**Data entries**
· · ·

import { spawnSync } from 'node:child_process';
import { createHash } from 'node:crypto';
import { chmodSync, existsSync, mkdirSync, renameSync, rmSync, statSync, writeFileSync } from 'node:fs';
import { tmpdir, userInfo } from 'node:os';
import { dirname, join } from 'node:path';
import mysql, { type Pool } from 'mysql2/promise';
import { inheritedEnvironment } from '../environment.ts';
import { type Child, settleEarlierChild, startChild } from './child.ts';
import { requireFreePort } from './port.ts';
import { secretsOf } from './secrets.ts';
import { waitUntil } from './wait-until.ts';

export type Account = { readonly user: string; readonly password: string };

/** A running MariaDB of our own: loopback only, its data in one folder, stopped by whoever started it. */
export type DatabaseServer = {
  readonly host: string;
  readonly port: number;
  readonly socketPath: string;
  /** Changes tables; used by the migrations only. */
  readonly migrate: Account;
  /** Reads and writes rows; what the server runs as. Its rights on tables come with the migrations. */
  readonly app: Account;
  readonly child: Child;
  readonly stop: () => Promise<void>;
};

type Options = {
  /** Absolute. Holds `mariadb/` and `secrets.json`; made when missing. */
  readonly dataFolder: string;
  readonly port: number;
  /** Told each step, one line each. */
  readonly say?: (line: string) => void;
};

/** Owner of the triggers that keep the decision log. Locked: nobody can sign in as it. */
export const definerAccount = "'stemma_definer'@'127.0.0.1'";

// The kernel cuts socket paths at 108 bytes including the closing zero; mariadbd aborts on a longer one.
const LONGEST_SOCKET_PATH = 107;

/** What the decision log and the signatures rely on; `server/main.ts` refuses to run on anything weaker. */
const safetySettings = [
  '--innodb-flush-log-at-trx-commit=1',
  '--innodb-doublewrite=ON',
  '--secure-timestamp=YES',
  '--sql-mode=STRICT_TRANS_TABLES,STRICT_ALL_TABLES,ERROR_FOR_DIVISION_BY_ZERO,NO_ENGINE_SUBSTITUTION',
  '--local-infile=0',
  '--idle-write-transaction-timeout=10',
  '--innodb-lock-wait-timeout=5',
  '--innodb-rollback-on-timeout=ON',
  '--innodb-snapshot-isolation=ON',
  '--character-set-server=utf8mb4',
  '--collation-server=utf8mb4_unicode_ci',
  '--default-time-zone=+00:00',
  '--max-allowed-packet=64M',
] as const;

/** Where a program of MariaDB is, or null. `/usr/sbin` is not on everybody's PATH. */
export function findProgram(name: string): string | null {
  const folders = [...(inheritedEnvironment().PATH ?? '').split(':'), '/usr/local/sbin', '/usr/sbin', '/usr/bin'];
  for (const folder of folders) {
    const path = join(folder, name);
    if (folder && existsSync(path)) return path;
  }
  return null;
}

function requireProgram(name: string): string {
  const path = findProgram(name);
  if (path) return path;
  throw new Error(`MariaDB's program ${name} is not on this machine. Install it with: apt-get install mariadb-server`);
}

/** The socket lies beside the data, or in a short private folder when that path would be too long. */
function socketPathFor(folder: string): string {
  const beside = join(folder, 'db.sock');
  if (Buffer.byteLength(beside) <= LONGEST_SOCKET_PATH) return beside;
  const name = `stemma-${userInfo().uid}-${createHash('sha256').update(folder).digest('hex').slice(0, 12)}`;
  const short = join(tmpdir(), name);
  mkdirSync(short, { recursive: true, mode: 0o700 });
  const { uid, mode } = statSync(short);
  // Who owns this folder can reach the root account of the database.
  if (uid !== userInfo().uid || (mode & 0o077) !== 0) {
    throw new Error(`${short} belongs to somebody else or is open to others. Remove it and start again.`);
  }
  return join(short, 'db.sock');
}

/** Its own, since every MariaDB clears the temporary tables of all others out of a folder that they share. */
function temporaryFolder(folder: string): NodeJS.ProcessEnv {
  const own = join(folder, 'tmp');
  mkdirSync(own, { recursive: true });
  return inheritedEnvironment({ TMPDIR: own });
}

function initialise(folder: string, say: (line: string) => void): void {
  const data = join(folder, 'data');
  if (existsSync(data)) return;
  say('Making a new database folder.');
  // A start that was cut off here leaves only the unfinished folder, which the next start replaces.
  const unfinished = join(folder, 'data.unfinished');
  rmSync(unfinished, { recursive: true, force: true });
  const result = spawnSync(
    requireProgram('mariadb-install-db'),
    [
      '--no-defaults',
      `--user=${userInfo().username}`,
      `--datadir=${unfinished}`,
      '--auth-root-authentication-method=normal',
      '--skip-test-db',
      '--skip-name-resolve',
    ],
    { encoding: 'utf8', env: temporaryFolder(folder) },
  );
  if (result.status !== 0) {
    throw new Error(`The database folder could not be made:\n${result.stdout ?? ''}${result.stderr ?? ''}`);
  }
  renameSync(unfinished, data);
}

/** Run by the server before it lets anybody in, so the open root accounts of a new folder are never reachable. */
function accountStatements(migratePassword: string, appPassword: string): string {
  return [
    "DELETE FROM mysql.global_priv WHERE User = '' OR (User = 'root' AND Host <> 'localhost');",
    'FLUSH PRIVILEGES;',
    "CREATE USER IF NOT EXISTS 'stemma_migrate'@'127.0.0.1';",
    `ALTER USER 'stemma_migrate'@'127.0.0.1' IDENTIFIED BY '${migratePassword}';`,
    "GRANT SELECT, INSERT, UPDATE, DELETE, CREATE, DROP, ALTER, INDEX, REFERENCES, TRIGGER, LOCK TABLES ON `stemma%`.* TO 'stemma_migrate'@'127.0.0.1';",
    // Naming the locked definer as owner of a trigger takes this right.
    "GRANT SET USER ON *.* TO 'stemma_migrate'@'127.0.0.1';",
    "CREATE USER IF NOT EXISTS 'stemma_app'@'127.0.0.1';",
    `ALTER USER 'stemma_app'@'127.0.0.1' IDENTIFIED BY '${appPassword}' WITH MAX_STATEMENT_TIME 30;`,
    `CREATE USER IF NOT EXISTS ${definerAccount};`,
    `ALTER USER ${definerAccount} ACCOUNT LOCK;`,
    '',
  ].join('\n');
}

async function accepts(socketPath: string): Promise<boolean> {
  try {
    const connection = await mysql.createConnection({ socketPath, user: 'root', connectTimeout: 2000 });
    await connection.end();
    return true;
  } catch {
    return false;
  }
}

/**
 * Starts MariaDB on its own folder, port and socket and waits until it answers. Works as root and as anybody else.
 *
 * @throws Error with a sentence, and the end of the server's log where it has one.
 */
export async function startDatabaseServer({ dataFolder, port, say = () => {} }: Options): Promise<DatabaseServer> {
  const program = requireProgram('mariadbd');
  const folder = join(dataFolder, 'mariadb');
  mkdirSync(folder, { recursive: true, mode: 0o700 });
  chmodSync(folder, 0o700);
  const secrets = secretsOf(dataFolder);
  await settleEarlierChild(folder, 'database', 'The database', say);
  await requireFreePort(port, 'the database', 'STEMMA_DB_PORT');
  initialise(folder, say);

  const socketPath = socketPathFor(folder);
  const initFile = join(folder, 'accounts.sql');
  writeFileSync(initFile, accountStatements(secrets.migratePassword, secrets.appPassword), { mode: 0o600 });

  const child = startChild({
    name: 'database',
    folder,
    command: program,
    args: [
      '--no-defaults',
      `--user=${userInfo().username}`,
      `--datadir=${join(folder, 'data')}`,
      '--bind-address=127.0.0.1',
      `--port=${port}`,
      `--socket=${socketPath}`,
      `--pid-file=${join(folder, 'mariadbd.pid')}`,
      `--init-file=${initFile}`,
      '--skip-name-resolve',
      ...safetySettings,
    ],
    env: temporaryFolder(folder),
    patienceMs: 60_000,
  });
  try {
    await waitUntil(
      () => {
        if (child.hasEnded()) throw new Error(`The database did not start. Its log ends with:\n${child.logTail()}`);
        return accepts(socketPath);
      },
      {
        timeoutMs: 120_000,
        tooLate: () => `The database did not answer within two minutes. Its log ends with:\n${child.logTail()}`,
      },
    );
  } catch (error) {
    await child.stop();
    throw error;
  }
  return {
    host: '127.0.0.1',
    port,
    socketPath,
    migrate: { user: 'stemma_migrate', password: secrets.migratePassword },
    app: { user: 'stemma_app', password: secrets.appPassword },
    child,
    stop: async () => {
      await child.stop();
      if (dirname(socketPath) !== folder) rmSync(dirname(socketPath), { recursive: true, force: true });
    },
  };
}

/** Signs in as the database's root through the socket, which only the folder's owner can reach. */
export function openAdmin(server: Pick<DatabaseServer, 'socketPath'>, database?: string): Pool {
  return mysql.createPool({
    socketPath: server.socketPath,
    user: 'root',
    ...(database ? { database } : {}),
    connectionLimit: 2,
    timezone: 'Z',
    jsonStrings: true,
  });
}

function requireName(name: string): void {
  if (!/^stemma[a-z0-9_]{0,50}$/.test(name)) throw new Error(`"${name}" cannot be the name of a database of Stemma.`);
}

/** Makes an empty database when there is none of this name. */
export async function createDatabase(admin: Pool, name: string): Promise<void> {
  requireName(name);
  await admin.query(`CREATE DATABASE IF NOT EXISTS \`${name}\` CHARACTER SET utf8mb4 COLLATE utf8mb4_unicode_ci`);
}

export async function dropDatabase(admin: Pool, name: string): Promise<void> {
  requireName(name);
  await admin.query(`DROP DATABASE IF EXISTS \`${name}\``);
}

· · ·

**DESCRIPTION OF THE TASK**
Note every line of the entries in which "function" appears, and copy it down.

**EXERCISE OUTPUT**
export function findProgram(name: string): string | null {
function requireProgram(name: string): string {
function socketPathFor(folder: string): string {
function temporaryFolder(folder: string): NodeJS.ProcessEnv {
function initialise(folder: string, say: (line: string) => void): void {
function accountStatements(migratePassword: string, appPassword: string): string {
async function accepts(socketPath: string): Promise<boolean> {
export async function startDatabaseServer({ dataFolder, port, say = () => {} }: Options): Promise<DatabaseServer> {
export function openAdmin(server: Pick<DatabaseServer, 'socketPath'>, database?: string): Pool {
function requireName(name: string): void {
export async function createDatabase(admin: Pool, name: string): Promise<void> {
export async function dropDatabase(admin: Pool, name: string): Promise<void> {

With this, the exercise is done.